= Fair Rubber Association =

German non-governmental organization

The Fair Rubber Association (Fair Rubber e.V) is a non-governmental organization registered in Germany, which promotes the adoption of fair trade principles for products made of natural rubber, to improve the working and living conditions of the primary producers of natural rubber, such as tappers and small farmers.

==History==
The first fair trade project for rubber was initiated in 2006 by FairDeal Trading Llp, a small British pioneer in fairly traded sports balls, who was trying to make their products more environmentally sustainable. With more than 60% of a standard soccer ball consisting of rubber, they sought suppliers willing to become partners in a fair trade rubber project. This attracted the attention of a condom manufacturer and a mattress manufacturer in Germany, who placed their products under the same fair trade conditions. As additional companies became interested, including a household gloves trader from the U.S., an independent organization was set up to run the fair trade project. This organization, the Fair Rubber Association, was founded on June 21, 2012. Since its founding, other traders and NGOs have joined.

==Criteria for fairly traded rubber ==
The criteria for fairly traded natural rubber are closely aligned to the criteria of the FairTrade Labelling Organization (FLO) International for tea. This is in part because in India and Sri Lanka, from where fairly traded natural rubber is sourced, tea and rubber plantations often belong to the same owners, and the workers are represented by the same trade unions. Additionally, Martin Kunz, the Executive Secretary of the Fair Rubber Association, had a central role in establishing the criteria for fair trade-labelled tea during his time as general secretary of TransFair International (TFI).

Fair Rubber Logo

At the center of this first fair trade-labelled product from plantations, was a fixed extra payment per kilogram of produce traded. This "fair trade premium" is paid into a separate bank account, and decision-making power for how the money is spent rests with a joint body made up of a committee of elected members of the workforce and management delegates. The fair trade premium may only be used for the improvement of the working and living conditions of the plantation employees. In the case of small farmer associations, the association's board that makes decisions regarding how the premium is spent. The fair trade premium paid by the members of the Fair Rubber Association is 0.50 EUR per kg of dry rubber content (DRC) on top of the market price of rubber. The Association's logo may be used on products for which this fair trade premium has been paid.

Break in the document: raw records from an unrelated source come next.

std::string advice_section(const Page& p) {
  std::ostringstream h;
  h << "<section id=\"advice\"><h2>Scan-recipe advice</h2>\n";
  if (p.r["advice"].empty()) {
    h << "<p>No projection or dose series with at least two scans besides the reference: no advice.</p></section>\n";
    return h.str();
  }
  h << "<table class=\"data\"><thead><tr><th>dataset</th><th>method</th><th>series</th><th>cheapest scan meeting every "
       "criterion</th><th>saving vs the reference recipe</th></tr></thead><tbody>\n";
  for (const auto& a : p.r["advice"]) {
    h << "<tr><td>" << escape(str(a["dataset"])) << "</td><td>" << escape(str(a["method"])) << "</td><td>" << escape(str(a["axis"]))
      << "</td>";
    if (a["scan"].is_null()) {
      h << "<td class=\"na\">" << escape(str(a["note"])) << "</td><td>n/a</td></tr>\n";
      continue;
    }
    h << "<td>" << escape(str(a["scan"]));
    if (a.contains("projections")) h << " (" << str(a["projections"]) << " of " << str(a["reference_projections"]) << " projections)";
    if (a.contains("i0")) h << " (I0 " << f3(num(a["i0"])) << ")";
    h << "</td><td>";
    if (a.contains("time_saving_factor")) h << f3(num(a["time_saving_factor"])) << "× scan time";
    else if (a.contains("dose_saving_factor")) h << f3(num(a["dose_saving_factor"])) << "× dose";
    else h << "n/a";
    h << "</td></tr>\n";
  }
  h << "</tbody></table>\n<p class=\"caption\">The cheapest scan of the series from which every dearer scan also meets the "
       "criteria. Scan time is taken to scale with the number of projections (common practice, no source).</p></section>\n";
  return h.str();
}

std::string failed_section(const Page& p) {
  std::ostringstream h;
  h << "<section id=\"failed\"><h2>Failed cells</h2>\n";
  int n = 0;
  std::ostringstream rows;
  for (const auto& c : p.r["cells"]) {
    if (c.value("status", "") == "ok") continue;
    ++n;
    rows << "<tr><td>" << escape(str(c["id"])) << "</td><td>" << escape(params_text(c["params"])) << "</td><td>"
         << escape(str(c["error"])) << "</td></tr>\n";
  }
  if (n == 0) h << "<p>No cell failed (" << p.r["cells"].size() << " cells).</p>";
  else
    h << "<p>" << n << " of " << p.r["cells"].size() << " cells failed; the run went on without them.</p><table class=\"data\">"
      << "<thead><tr><th>cell</th><th>parameters</th><th>error</th></tr></thead><tbody>\n" << rows.str() << "</tbody></table>";
  h << "</section>\n";
  return h.str();
}

const char* const kStyle = R"css(
body{font-family:"DejaVu Sans",Arial,sans-serif;margin:0 auto;max-width:1240px;padding:12px 20px;color:#222;background:#fff}
h1{font-size:24px;margin:8px 0}h2{font-size:20px;border-bottom:2px solid #ccc;margin-top:32px}h3{font-size:16px;margin-top:22px}
h4{font-size:14px;margin:14px 0 6px}
.lead{font-size:15px;color:#333}
.caution{border:3px solid #B00000;background:#fff3f0;padding:10px 14px;margin:10px 0;font-size:15px}
.verdict{padding:8px 14px;margin:8px 0;font-weight:bold}.verdict.pass{background:#e6f4ea;border-left:6px solid #117733}
.verdict.fail{background:#fdecea;border-left:6px solid #B00000}.verdict.some{background:#fff8e1;border-left:6px solid #DDAA33}
.verdict.none{background:#f4f4f4;border-left:6px solid #777}
.decision{border:2px solid #333;padding:8px 14px;margin:10px 0;font-size:15px}.decision.pass{background:#eef7f0}
.decision.fail{background:#fdf0ee}.decision ul{margin:4px 0}
table{border-collapse:collapse;margin:6px 0;font-size:12.5px}th,td{border:1px solid #ccc;padding:3px 7px;text-align:left;vertical-align:top}
td.n{text-align:right}table.meta th{background:#f4f4f4}thead th{background:#f0f0f0}
td.pass{color:#0b5d1e;font-weight:bold}small.warn{color:#8a4b00}td.fail{color:#a00000;font-weight:bold}td.na{color:#666}
.sw{display:inline-block;width:12px;height:12px;margin:0 5px 0 2px;vertical-align:-1px;border:1px solid #666}
.grid{display:flex;flex-wrap:wrap;gap:8px}figure{margin:4px}figcaption,.caption{font-size:12px;color:#444;max-width:1200px}
figure.montage img{max-width:100%;border:1px solid #ccc;image-rendering:pixelated}
nav{margin:10px 0;font-size:13px}.links{font-size:13px}.note{color:#555}code{background:#f4f4f4;padding:0 3px}
)css";

}  // namespace

std::string pod_panel_svg(const std::string& id, const std::string& method, const std::string& colour, const Json* c) {
  svg::Plot pl(id, 360, 270, method);
  pl.x = axis("ESD (µm)", true);
  pl.y = axis("POD");
  pl.y.lo = 0, pl.y.hi = 1;
  if (!c || c->value("status", "") != "ok") {
    pl.note("cell failed: " + (c ? str((*c)["error"]) : std::string("missing")));
    return pl.render();
  }
  const Json& pod = (*c)["test"]["pod"];
  double lo = INFINITY, hi = 0;
  std::vector<double> bx, by, blo, bhi;
  for (const auto& b : pod["bins"]) {
    if (b.value("n", 0) <= 0) continue;
    lo = std::min(lo, num(b["lo_um"])), hi = std::max(hi, num(b["hi_um"]));
    bx.push_back(std::sqrt(num(b["lo_um"]) * num(b["hi_um"])));
    by.push_back(num(b["pod"]));
    blo.push_back(num(b["ci95"][0]));
    bhi.push_back(num(b["ci95"][1]));
  }
  const double a90 = num(pod["a90_um"]), a9095 = num(pod["a90_95_um"]), smallest = num(pod["smallest_target_um"]);
  const bool bound = pod.value("a90_95_relation", "") == "<=";
  const bool a90_extra = pod.value("a90_extrapolated", false), a9095_extra = pod.value("a90_95_extrapolated", false);
  for (double v : {a90, a9095})
    if (std::isfinite(v) && v > 0) lo = std::min(lo, v), hi = std::max(hi, v);
  if (!(lo < hi)) {
    pl.note("no reference pores in the test slices: POD not defined");
    return pl.render();
  }
  pl.x.lo = lo / 1.15, pl.x.hi = hi * 1.15;
  svg::Style s90;
  s90.color = "#999999";
  s90.width = 1;
  s90.dashed = true;
  s90.series = "pod-0.9";
  pl.hline(0.9, s90, "POD 0.9", true);
  const double b0 = num(pod["b0"]), b1 = num(pod["b1"]);
  const PodLink link = parse_pod_link(str(pod["link"]));
  if (pod.value("estimable", false) && std::isfinite(b0) && std::isfinite(b1)) {
    // The one band: the one-sided 95 % lower likelihood-ratio bound the score record holds
    // (pod.band), shaded up to the fit; its lower edge crosses 0.9 at a90/95.
    std::vector<double> bs, bpod, blower;
    if (pod.contains("band") && pod["band"].contains("points"))
      for (const auto& q : pod["band"]["points"]) bs.push_back(num(q[0])), bpod.push_back(num(q[1])), blower.push_back(num(q[2]));
    pl.band("one-sided 95 % lower bound (likelihood ratio)", bs, blower, bpod, colour, 0.18, "pod-band");
    svg::Style edge;
    edge.color = colour;
    edge.marker = svg::Marker::none;
    edge.width = 0.9;
    edge.series = "pod-band-lower";
    pl.line("", bs, blower, edge);
    std::vector<double> xs, ys;
    const int n = 160;
    for (int i = 0; i <= n; ++i) {
      const double a = pl.x.lo * std::pow(pl.x.hi / pl.x.lo, double(i) / n);
      xs.push_back(a);
      ys.push_back(pod_curve(link, b0, b1, a));
    }
    svg::Style cs;
    cs.color = colour;
    cs.marker = svg::Marker::none;
    cs.width = 2;
    cs.series = "pod-fit";
    pl.line(std::string(pod_link_name(link)) + " fit", xs, ys, cs);
  }
  if (std::isfinite(smallest) && smallest > 0) {
    svg::Style sm;
    sm.color = "#777777";
    sm.width = 0.8;
    sm.dashed = true;
    sm.series = "smallest-target";
    pl.vline(smallest, sm, "smallest pore");
  }
  pl.error_bars(bx, blo, bhi, "#444444");
  svg::Style ps;
  ps.color = "#444444";
  ps.width = 0;
  ps.marker = svg::Marker::circle;
  ps.marker_size = 3.2;
  pl.line("binned POD, Clopper-Pearson 95 %", bx, by, ps);
  svg::Style v90 = s90;
  v90.color = colour;
  v90.series = "a90";
  svg::Style v95;
  v95.color = colour;
  v95.width = 1.6;
  v95.marker = svg::Marker::none;
  v95.series = "a90_95";
  if (std::isfinite(a90)) {
    pl.vline(a90, v90);
    auto s = v90;
    s.marker = svg::Marker::none;
    pl.line(a90_extra ? "a90 (extrapolated: below the smallest pore)" : "a90", {}, {}, s);
  }
  if (std::isfinite(a9095)) {
    pl.vline(a9095, v95);
    pl.line(bound ? "a90/95 ≤ (every pore hit: a bound)" : a9095_extra ? "a90/95 (extrapolated: below the smallest pore)" : "a90/95",
            {}, {}, v95);
  }
  std::string t = "a90 = " + f3(a90) + " µm" + (a90_extra ? " (extrapolated)" : "") + ", a90/95 = " + f3(a9095) + " µm" +
                  (a9095_extra ? " (extrapolated)" : "");
  if (bound) t = "every reference pore hit: no POD fit; a90/95 ≤ " + f3(a9095) + " µm (the smallest pore; no data below it)";
  else if (!pod.value("estimable", false)) t = "no POD fit: " + str(pod["reason"]) + "; a90 and a90/95 n/a";
  else if (!std::isfinite(a9095) && pod.contains("a90_95_reason")) t += " (" + str(pod["a90_95_reason"]) + ")";
  t += "; " + str(pod["n_hits"]) + " of " + str(pod["n_targets"]) + " reference pores hit.";
  pl.note(t);
  for (const auto& w : pod["warnings"])
    if (str(w) != str(pod.value("a90_95_reason", Json()))) pl.note("warning: " + str(w));
  return pl.render();
}

std::vector<size_t> pareto_front(const std::vector<std::pair<double, double>>& runtime_quality) {
  // Sweep by runtime (ties: better quality first) and keep each point that raises the best quality.
  std::vector<size_t> order;
  for (size_t i = 0; i < runtime_quality.size(); ++i)
    if (std::isfinite(runtime_quality[i].first) && std::isfinite(runtime_quality[i].second)) order.push_back(i);
  std::stable_sort(order.begin(), order.end(), [&](size_t a, size_t b) {
    const auto &pa = runtime_quality[a], &pb = runtime_quality[b];
    return pa.first < pb.first || (pa.first == pb.first && pa.second > pb.second);
  });
  std::vector<size_t> front;
  double best = -INFINITY;
  for (size_t i : order)
    if (runtime_quality[i].second > best) front.push_back(i), best = runtime_quality[i].second;
  return front;
}

void write_html_and_montages(const Json& results, const std::string& out_dir) {
  Page p{results, cells_by_id(results), {}, 0};
  p.method_index = method_colour_slots(results);
  std::ostringstream h;
  h << "<!DOCTYPE html>\n<html lang=\"en\"><head><meta charset=\"utf-8\"><title>porebench report: "
    << escape(str(results["suite"]["name"])) << "</title>\n<style>" << kStyle << "</style></head>\n<body>\n";
  h << header(p);
  int k = 0;
  for (const auto& d : results["datasets"]) h << dataset_section(p, d, k++, out_dir);
  h << advice_section(p) << failed_section(p);
  h << "<section id=\"definitions\"><h2>Definitions</h2><p>Jaccard = TP/(TP+FP+FN) over part voxels of the test slices; "
       "porosity bias = predicted − reference porosity (pp); pores are 3D connected components; a90/95 is the upper one-sided "
       "95 % bound of the size detected with probability 0.9 (hit/miss POD, MIL-HDBK-1823A); false calls are predicted pores "
       "matching no reference pore, per cm³ of part. Full definitions, references and sign-off fields: "
       "<a href=\"validation-record.md\">validation-record.md</a>.</p>\n<p class=\"caption\">Written by porebench "
    << escape(str(results["context"]["version"])) << " (" << escape(str(results["context"]["git_hash"])) << ") at "
    << escape(str(results["context"]["time_utc"])) << ".</p></section>\n</body></html>\n";
  write_text_atomic((fs::path(out_dir) / "report.html").string(), h.str());
}

}  // namespace pb::report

==Environmental considerations==
The Fair Rubber Association argues that a key component of fair trade is to help make the environment safer for producers and consumers by promoting sustainability in products and production. Taking harmful chemicals out of farming is of benefit to the primary producers, and while natural rubber is not suitable for all applications, it is superior to synthetic rubbers in terms of environmental benefits. Synthetic or artificial rubber is a petroleum-based product which has the potential to contribute to climate change. Additionally, the trees from which natural rubber is tapped have such a high leaf density, that they absorb more carbon dioxide than the tropical rain forest.

==Organizational structure==
The Fair Rubber Association is organized as a multi-stakeholder initiative seeking compromise between social, environmental, and commercial interests. The chair of the association is always someone who has no commercial interests in rubber.